Assessing Goals When Forming Your Business

Business Name

We can offer assistance in evaluating your business name choices and help to conduct a domain name search to ensure that the business name you are choosing is available.

Legal Structure

There are several ways to structure the ownership of a family or start-up business. Our attorneys will help you to evaluate the different options available and choose the structure that will best suit your business needs.

  1. DBA (Doing Business As) or Sole Proprietorship: This business structure is one that is not separate from its owner. The business owner will be personally liable for the company and its debt. Additionally, all business income is the income of the business owner and will be listed on his/her personal tax return. If there is more than one owner, the business is then classified as a Partnership.
  2. C-Corporation: A C-Corporation is formed as a separate legal entity from the business owner and can shield the owner from personal liability and responsibility for company debt. Income for a C-Corporation is reported on a completely separate tax return for the corporation.
  3. S-Corporation: After a corporation is formed, it can elect to become an S-Corporation by adopting a resolution and submitting the proper paperwork to the IRS. For tax purposes, an S-Corporation will be taxed as a partnership or sole proprietorship, rather than a corporation, so that the income is “passed through” to the shareholders. This can be a benefit for newly formed corporations since all profits and losses are accounted for on the individual shareholder’s personal tax returns and the corporation will not need to pay taxes on both profits and dividends otherwise known as “double taxation.”
  4. Limited Liability Company or LLC: An LLC combines the elements of a both a corporation and a partnership. This business structure provides pass-through taxation treatment (like a partnership), but also affords the liability protection of a corporation. One other similarity to a corporation is that the LLC is treated as a separate legal entity.

Administrative Matters

When starting up a new business, there are important administrative matters that also must be attended to, including the following:

  1. Obtaining a Federal Employee Identification Number (EIN)
  2. Opening a bank account
  3. Leasing office, warehouse or retail space
  4. Obtaining proper licenses or permits

Zacharia Brown attorneys are available to assist all of our business clients with these administrative matters as part of the business start-up process.

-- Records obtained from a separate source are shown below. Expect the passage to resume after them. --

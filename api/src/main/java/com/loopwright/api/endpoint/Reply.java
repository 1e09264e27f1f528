package com.loopwright.api.endpoint;

import com.loopwright.api.problem.Problem;
import java.io.ByteArrayInputStream;
import java.io.IOException;
import java.io.InputStream;
import java.io.OutputStream;
import java.nio.charset.StandardCharsets;
import java.util.Arrays;
import java.util.Objects;

/**
 * The answer of one endpoint, ready for the wire: a 200 body (bytes and media type) or a problem, never both.
 * JSON bodies were written through the finite-number guard, so they hold no NaN or Infinity. Immutable: a final
 * class rather than a record so that the body bytes, which the runner writes and hands over, are neither copied
 * in nor copied out on the way to the socket ({@link #bodyStream}, {@link #writeTo}); {@link #body()} returns a
 * copy.
 */
public final class Reply {

    /** The media type of JSON bodies. */
    public static final String JSON = "application/json";

    private final int status;
    private final String mediaType;
    private final byte[] body;
    private final Problem problem;
    private final String requestDigest;
    private final String fileName;

    private Reply(int status, String mediaType, byte[] body, Problem problem, String requestDigest, String fileName) {
        this.status = status;
        this.mediaType = mediaType;
        this.body = body;
        this.problem = problem;
        this.requestDigest = requestDigest;
        this.fileName = fileName;
    }

    /** A 200 body (copied). */
    public static Reply ok(String mediaType, byte[] body) {
        return owning(mediaType, body.clone());
    }

    /** A 200 body the runner has just written and nobody else holds. */
    static Reply owning(String mediaType, byte[] body) {
        return new Reply(
                200,
                Objects.requireNonNull(mediaType, "mediaType"),
                Objects.requireNonNull(body, "body"),
                null,
                null,
                null);
    }

    public static Reply failure(Problem problem) {
        return new Reply(
                problem.status(), Problem.MEDIA_TYPE, null, Objects.requireNonNull(problem, "problem"), null, null);
    }

    /** The same reply, stating the digest of the request it answers ({@link RequestDigest}). */
    public Reply traced(String digest) {
        return new Reply(status, mediaType, body, problem, Objects.requireNonNull(digest, "digest"), fileName);
    }

    /** The same 200 reply, to be saved under {@code name} ({@link Attachment}). */
    Reply attached(String name) {
        if (problem != null) {
            throw new IllegalStateException("a problem is not an attachment");
        }
        return new Reply(status, mediaType, body, problem, requestDigest, Objects.requireNonNull(name, "name"));
    }

    /**
     * The file name a 200 body is saved under ({@code Content-Disposition: attachment; filename="..."}), or null
     * when the body is shown rather than saved.
     */
    public String fileName() {
        return fileName;
    }

    /** {@link RequestDigest} of the decoded request, or null when the request did not decode. */
    public String requestDigest() {
        return requestDigest;
    }

    /** HTTP status. */
    public int status() {
        return status;
    }

    /** The body's media type; application/problem+json for a problem. */
    public String mediaType() {
        return mediaType;
    }

    /** The problem when status is not 200, else null. */
    public Problem problem() {
        return problem;
    }

    public boolean ok() {
        return problem == null;
    }

    /** A copy of the 200 body, or null when there is a problem. */
    public byte[] body() {
        return body == null ? null : body.clone();
    }

    /** The 200 body as UTF-8 text, or null when there is a problem. */
    public String text() {
        return body == null ? null : new String(body, StandardCharsets.UTF_8);
    }

    /** The 200 body as a stream over the bytes themselves (no copy). */
    public InputStream bodyStream() {
        return new ByteArrayInputStream(owned());
    }

    /** Writes the 200 body without copying it. */
    public void writeTo(OutputStream out) throws IOException {
        out.write(owned());
    }

    private byte[] owned() {
        if (body == null) {
            throw new IllegalStateException("a problem has no 200 body");
        }
        return body;
    }

    @Override
    public boolean equals(Object other) {
        return other instanceof Reply o
                && status == o.status
                && Objects.equals(mediaType, o.mediaType)
                && Arrays.equals(body, o.body)
                && Objects.equals(problem, o.problem)
                && Objects.equals(requestDigest, o.requestDigest)
                && Objects.equals(fileName, o.fileName);
    }

    @Override
    public int hashCode() {
        return Objects.hash(status, mediaType, Arrays.hashCode(body), problem, requestDigest, fileName);
    }

    @Override
    public String toString() {
        return "Reply[status=" + status + ", mediaType=" + mediaType + ", bytes=" + (body == null ? 0 : body.length)
                + ", problem=" + problem + ", requestDigest=" + requestDigest + ", fileName=" + fileName + "]";
    }
}
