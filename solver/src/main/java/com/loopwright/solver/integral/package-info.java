/**
 * Integral action on the tracking error: the plant augmented with xi' = r - y (for the canonical plant the order-3
 * companion plant with denominator [0, a0, a1] in z = [-xi, x1, x2]), designed by the order-n pole-matched
 * machinery of {@code highorder/}, with the two-degree-of-freedom reference gain whose zero cancels the integral
 * pole, and the load-step figures (steady offset by the final-value theorem, recovery time) of any closed loop.
 * Results are {@code design/} records ({@code TrackingLaw}, {@code LoadStepResponse}).
 */
package com.loopwright.solver.integral;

Partnership Agreements, Operating Agreements and Corporate Bylaws

As part of the business entity formation process, our attorneys will consult with you to draft the appropriate documents depending upon the business structure that you have chosen. (i.e. a Partnership Agreement for Partnerships, an Operating Agreement for LLCs and Corporate Bylaws for your Corporation). These documents will define the duties, responsibilities and powers of the members of the business. Depending upon your business structure, some standard items addressed in these agreements can include the following:

  1. Percentages of ownership of each member
  2. Different classes of ownership and the voting rights associated with each class
  3. Profit and loss distribution
  4. Voting rights and responsibilities of individual members
  5. The criteria for raising additional capital and adding additional members
  6. The schedule of meetings; and
  7. What constitutes a dissolution of the business

The purpose of drafting these documents to serve as part of your business records is to solidify any verbal agreements among members and to specifically address items that owners/members do not want defined by default provisions under Pennsylvania law.